Un million d'enfants nigérians risquent de ne pas pouvoir aller à l'école en raison de la menace de violence, après une série d'enlèvements massifs et d'attaques visant des étudiants cette année, a déclaré l'agence des Nations unies pour l'enfance (Unicef) mercredi. 

Plus de 37 millions d'enfants nigérians doivent commencer la nouvelle année scolaire ce mois-ci, mais "cette année, ce moment est volé à environ un million d'enfants nigérians, car l'insécurité menace leur sûreté et leur éducation", a déclaré dans un communiqué le représentant de l'Unicef au Nigeria, Peter Hawkins.

Selon l'Unicef, il y a eu cette année 20 attaques contre des écoles au Nigeria, plus de 1.400 élèves ont été enlevés et 16 sont morts.

Enlevés par des bandes criminelles dans les États du nord-ouest et du centre du pays, la plupart ont été libérés après négociation d'une rançon, après des semaines ou des mois de captivité, souvent dans des conditions épouvantables dans des camps ruraux.

Environ 200 sont toujours portés disparus.

"Les familles et les communautés craignent toujours de renvoyer les enfants dans leurs salles de classe en raison de la vague d'attaques d'écoles et d'enlèvements d'élèves", selon l'Unicef. 
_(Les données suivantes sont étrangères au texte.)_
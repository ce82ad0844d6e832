"""The tangential stiffness of the joint's interface: measured, or from roughness and pressure; low, typical, high."""

from __future__ import annotations

import numpy as np

from slip.base.records import record
from slip.base.trace import Trace
from slip.clamp.losses import ra_from_rz, rq_from_ra
from slip.friction.closed import bodies, rough
from slip.friction.closed.layers import inner_thickness_compliance, thickness_compliance
from slip.joint.joint import Joint
from slip.joint.surface import Roughness

Array = np.ndarray
GAMMA = 0.48  # of k_n = p/(gamma h_rms): the value commonly used (memory); 0.40 to 0.48 by boundary elements
SCATTER = 2.0  # measured faces lie within this factor of the law, either way, unless measured themselves


@record
class FaceStiffness:
    """k_t of the face as three readings (low, typical, high): `slope` [1/mm] times pressure, or `value` [N/mm^3] at any pressure."""

    slope: tuple[float, float, float] | None
    value: tuple[float, float, float] | None
    source: str
    basis: str
    trace: Trace

    def at(self, pressure: Array | float, reading: int) -> Array:
        """k_t [N/mm^3] at a pressure [MPa], any shape; reading 0 low, 1 typical, 2 high."""
        if self.value is not None:
            return np.full(np.shape(pressure), self.value[reading])
        assert self.slope is not None
        return np.asarray(pressure) * self.slope[reading]


def face_stiffness(joint: Joint) -> FaceStiffness | None:
    """The stiffness of the sliding face, a measured one before one from roughness; None where neither is known."""
    trace = Trace()
    measured = joint.interface.tangential_stiffness
    if measured is not None:
        low, high = measured
        return FaceStiffness(None, (low, float(np.sqrt(low * high)), high), "file", "given", trace)
    plates = joint.plates[:2]
    materials = [plate.material for plate in plates if plate.material is not None]
    if joint.interface.roughness is None or len(materials) < 2:
        return None
    first, second = (_rq(face, trace) for face in joint.interface.roughness)
    h_rms = trace("roughness of both faces together", rough.combined_roughness, Rq_1=first, Rq_2=second)
    (E_1, nu_1), (E_2, nu_2) = ((m.youngs_modulus, m.poissons_ratio) for m in materials)
    G_1, G_2 = (bodies.shear_modulus(E, nu) for E, nu in ((E_1, nu_1), (E_2, nu_2)))
    E_star = trace("normal modulus of both plates", bodies.normal_modulus, E_1=E_1, nu_1=nu_1, E_2=E_2, nu_2=nu_2)
    G_star = trace("shear modulus of both plates", bodies.shear_pair_modulus, G_1=G_1, nu_1=nu_1, G_2=G_2, nu_2=nu_2)
    rho = trace("tangential over normal stiffness", bodies.stiffness_ratio, G_star=G_star, E_star=E_star)
    normal = trace("normal stiffness for each MPa", rough.normal_stiffness, p=1.0, h_rms=h_rms, gamma=GAMMA)
    slope = float(trace("tangential stiffness for each MPa", rough.shear_stiffness, k_n=normal, rho=rho))
    return FaceStiffness(
        (slope / SCATTER, slope, slope * SCATTER), None, "persson2007;campana2011;paggi2014", "memory", trace
    )


def _rq(face: Roughness, trace: Trace) -> float:
    """Rq [mm] of one face, given as Rq, Ra or Rz."""
    if face.label == "Rq":
        return face.value
    ra = face.value if face.label == "Ra" else float(trace("Ra of a face", ra_from_rz, Rz=face.value))
    return float(trace("Rq of a face", rq_from_ra, Ra=ra))


def plate_shear(joint: Joint) -> float:
    """Compliance per area [mm/MPa] of the shear through the thickness of both plates at the face; 0 when the file leaves it out.

    Each plate adds t/(3G); the middle plate of a double lap, sheared on both faces, t/(6G).
    """
    if not joint.interface.plate_shear:
        return 0.0
    double = len(joint.plates) == 3 and joint.interface.parallel_faces == 2
    total = 0.0
    for plate, inner in zip(joint.plates[:2], (False, double), strict=True):
        assert plate.material is not None
        G = bodies.shear_modulus(plate.material.youngs_modulus, plate.material.poissons_ratio)
        total += float((inner_thickness_compliance if inner else thickness_compliance)(plate.thickness, G))
    return total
Les gouvernements de certains États ont temporairement fermé des écoles après des enlèvements. 

Les États du nord-ouest et du centre du pays sont depuis longtemps en proie à la violence entre les communautés d'éleveurs et d'agriculteurs nomades qui se disputent les terres et l'eau. 

Les attaques se sont intensifiées avec l'émergence de bandes criminelles lourdement armées, connues localement sous le nom de bandits, qui pillent les villages, volent le bétail et kidnappent pour obtenir une rançon. 
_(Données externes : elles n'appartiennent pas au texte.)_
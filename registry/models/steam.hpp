// Steam, stable, supersaturated and supercritical, by R7-97: regions 2, 3 and 5 and the metastable-vapour equation.
//
// Supersaturated steam, up to 10 MPa: the metastable-vapour equation, from saturation to the line of 5 % equilibrium
// moisture, which lies 56 K below saturation at 0.01 MPa, 48 K at 0.1 MPa, 32 K at 1 MPa and 8.2 K at 10 MPa. `fit`
// ends 0.178 (627 K - T_saturation) below saturation, up to 3 K inside that line, and not below 273.15 K. Region 2
// itself does not serve: 48 K below saturation at 0.1 MPa its h is off by 90 kJ/kg. The two equations do not meet to
// the last digit. Steps at saturation from region 2 to the other, 611 Pa to 10 MPa: h -43 to +37 J/kg, s -0.08 to
// +0.08 J/(kg K), g -16 to +23 J/kg, cp -16 to +17 J/(kg K) (-55 of 7147 at 10 MPa). To keep the equilibrium of
// liquid and steam, which is met within 4 mK, clear of that step it is put at a pressure 0.5 % above saturation, 0.1
// K below saturation at 0.1 MPa. Above 10 MPa the release names region 2 (from memory); it is trusted for 1 K, within
// which cp is within 0.4 % of IAPWS-95 up to 15 MPa and 1.6 % below it at 16.5 MPa (at 3 K 12 %).
//
// Below the triple point's pressure, over ice: region 2 is trusted below its end of 273.15 K down to 253.15 K, but
// not more than 3 K below the sublimation temperature. Against IAPWS-95 at 100 Pa and 253.15 K: h -35 J/kg,
// s -0.094 J/(kg K), cp +0.4 %.
//
// Steps from region 2 to region 3 along their boundary: h -125 to +72 J/kg, s -0.18 to +0.10 J/(kg K).
// Step from region 2 to region 5 at 1073.15 K: h -94 to +90 J/kg, s -0.13 to +0.015 J/(kg K), cp within 2.2 J/(kg K).
// Above the critical pressure there is one fluid; steam and liquid then both have the values of region 3.
#pragma once

#include "registry/limits.hpp"
#include "registry/models/iapws_r7_region2.hpp"
#include "registry/models/iapws_r7_region3.hpp"
#include "registry/models/iapws_r7_region5.hpp"
#include "registry/models/iapws_r7_saturation.hpp"
#include "registry/number.hpp"
#include "registry/source.hpp"

#include <algorithm>
#include <cmath>
#include <cstddef>
#include <span>
#include <string_view>

namespace entropy_ledger::registry {

struct Steam {
    static constexpr bool holds_heat_capacity = false;

    enum class Formulation { region2, metastable, region3, region5 };

    static constexpr double lowest_temperature = 273.15;      // K, R7-97
    static constexpr double over_ice_trusted_to = 253.15;     // K, see above
    static constexpr double metastable_pressure = 10.0e6;     // Pa, R7-97
    static constexpr double metastable_upper = 584.15;        // K, just above saturation at that pressure
    static constexpr double seam_supersaturation = 1.005;     // p over saturation pressure, see above
    static constexpr double region3_lower = 623.15;           // K, R7-97
    static constexpr double region3_upper = 863.15;           // K, R7-97
    static constexpr double region2_upper = 1073.15;          // K, R7-97
    static constexpr double region5_upper = 2273.15;          // K, R7-97
    static constexpr double region5_pressure = 50.0e6;        // Pa, R7-97
    static constexpr double greatest_pressure = 100.0e6;      // Pa, R7-97
    static constexpr double supersaturation_margin = 1.0;     // K, above 10 MPa, see above
    static constexpr double sublimation_margin = 3.0;         // K, over ice, see above

    static constexpr std::string_view name(Formulation f)
    {
        switch (f) {
        case Formulation::region2: return "IAPWS R7-97 region 2";
        case Formulation::metastable: return "IAPWS R7-97 metastable vapour";
        case Formulation::region3: return "IAPWS R7-97 region 3";
        case Formulation::region5: return "IAPWS R7-97 region 5";
        }
        return {};
    }

    // The formulation that answers at (T, p).
    static Formulation formulation_at(double T, double p)
    {
        Formulation result = Formulation::region2;
        select(T, p, [&](Formulation f) {
            result = f;
            return 0.0;
        });
        return result;
    }

    std::string_view formulation(double T, double p) const { return name(formulation_at(T, p)); }

    template <class Number>
    Number entropy(const Number& T, const Number& p) const
    {
        return select(T, p, [&](Formulation f) -> Number {
            switch (f) {
            case Formulation::metastable: return iapws_r7::metastable_vapour::Equation::entropy(T, p);
            case Formulation::region3: return region3(T, p).entropy();
            case Formulation::region5: return iapws_r7::region5::entropy(T, p);
            case Formulation::region2: break;
            }
            return iapws_r7::region2::Equation::entropy(T, p);
        });
    }

    template <class Number>
    Number enthalpy(const Number& T, const Number& p) const
    {
        return select(T, p, [&](Formulation f) -> Number {
            switch (f) {
            case Formulation::metastable: return iapws_r7::metastable_vapour::Equation::enthalpy(T, p);
            case Formulation::region3: return region3(T, p).enthalpy();
            case Formulation::region5: return iapws_r7::region5::enthalpy(T, p);
            case Formulation::region2: break;
            }
            return iapws_r7::region2::Equation::enthalpy(T, p);
        });
    }

    template <class Number>
    Number heat_capacity(const Number& T, const Number& p) const
    {
        return select(T, p, [&](Formulation f) -> Number {
            switch (f) {
            case Formulation::metastable: return iapws_r7::metastable_vapour::Equation::heat_capacity(T, p);
            case Formulation::region3: return region3(T, p).heat_capacity();
            case Formulation::region5: return iapws_r7::region5::heat_capacity(T, p);
            case Formulation::region2: break;
            }
            return iapws_r7::region2::Equation::heat_capacity(T, p);
        });
    }

    Limits limits(double p) const
    {
        if (!(p > 0.0 && p <= greatest_pressure))
            return {empty_range, empty_range};
        const double upper = p <= region5_pressure ? region5_upper : region2_upper;
        const Range lower = lower_ends(p);
        return {{lower.upper, upper}, {lower.lower, upper}};
    }

    const Source& source(double, double) const { return sources::iapws_r7; }
    std::span<const Source* const> sources() const { return answering; }

private:
    static constexpr const Source* answering[] = {&sources::iapws_r7};

    // Lower ends at pressure p: of the fit as `upper`, of the trust as `lower`.
    static Range lower_ends(double p)
    {
        if (p <= iapws_r7::triple_point_pressure) {
            const double over_ice = std::max(over_ice_trusted_to, sublimation_temperature(p) - sublimation_margin);
            return {std::min(over_ice, lowest_temperature), lowest_temperature};
        }
        if (p >= iapws_r7::critical_pressure)
            return {region3_lower, region3_lower};
        const double saturation = iapws_r7::saturation_temperature(p);
        if (p <= metastable_pressure) {
            const double end = std::max(lowest_temperature, saturation - 0.178 * (627.0 - saturation));
            return {end, end};
        }
        if (saturation <= region3_lower)
            return {saturation - supersaturation_margin, saturation};
        return {saturation - iapws_r7::region3::metastable_margin(saturation), saturation};
    }

    // Clausius-Clapeyron from the triple point with 2834 kJ/kg; within 0.1 K of the sublimation curve of IAPWS R14-08
    // down to 250 K.
    static double sublimation_temperature(double p)
    {
        constexpr double slope = 2.834e6 / (iapws_r7::gas_constant * iapws_r7::triple_point_temperature);
        return iapws_r7::triple_point_temperature
             / (1.0 - std::log(p / iapws_r7::triple_point_pressure) / slope);
    }

    template <class Number>
    static iapws_r7::region3::State<Number> region3(const Number& T, const Number& p)
    {
        return iapws_r7::region3::state_at(T, p, iapws_r7::region3::Side::vapour);
    }

    // A bound belongs to the interval above it; region 2 keeps its own upper end.
    static constexpr double temperature_bounds[] = {metastable_upper, region3_lower, region3_upper,
                                                    region2_upper + 1e-9};

    template <class Number, class Branch>
    static Number select(const Number& T, const Number& p, Branch&& branch)
    {
        return choose(T, temperature_bounds, [&](std::size_t temperature) -> Number {
            switch (temperature) {
            case 0: return below_metastable_upper(T, p, branch);
            case 2: {
                static constexpr double zero[] = {0.0};
                return choose(Number(p - iapws_r7::boundary_23_pressure(T)), zero, [&](std::size_t above) -> Number {
                    return branch(above ? Formulation::region3 : Formulation::region2);
                });
            }
            case 4: return branch(Formulation::region5);
            default: return branch(Formulation::region2);
            }
        });
    }

    template <class Number, class Branch>
    static Number below_metastable_upper(const Number& T, const Number& p, Branch&& branch)
    {
        static constexpr double pressures[] = {iapws_r7::triple_point_pressure, metastable_pressure * (1.0 + 1e-12)};
        return choose(p, pressures, [&](std::size_t pressure) -> Number {
            if (pressure != 1)
                return branch(Formulation::region2);
            static constexpr double seam[] = {seam_supersaturation};
            return choose(Number(p / iapws_r7::saturation_pressure(T)), seam, [&](std::size_t above) -> Number {
                return branch(above ? Formulation::metastable : Formulation::region2);
            });
        });
    }
};

} // namespace entropy_ledger::registry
Cette année, ces gangs ont pris pour cible des écoles et des collèges dans le nord-ouest du Nigeria, enlevant les élèves et les emmenant dans des cachettes en forêt pendant qu'ils négocient les paiements. 

Environ 70 étudiants enlevés il y a près de quinze jours ont été libérés cette semaine dans l'État de Zamfara, au nord-ouest du pays, où l'armée a lancé une offensive contre les bandes de ravisseurs.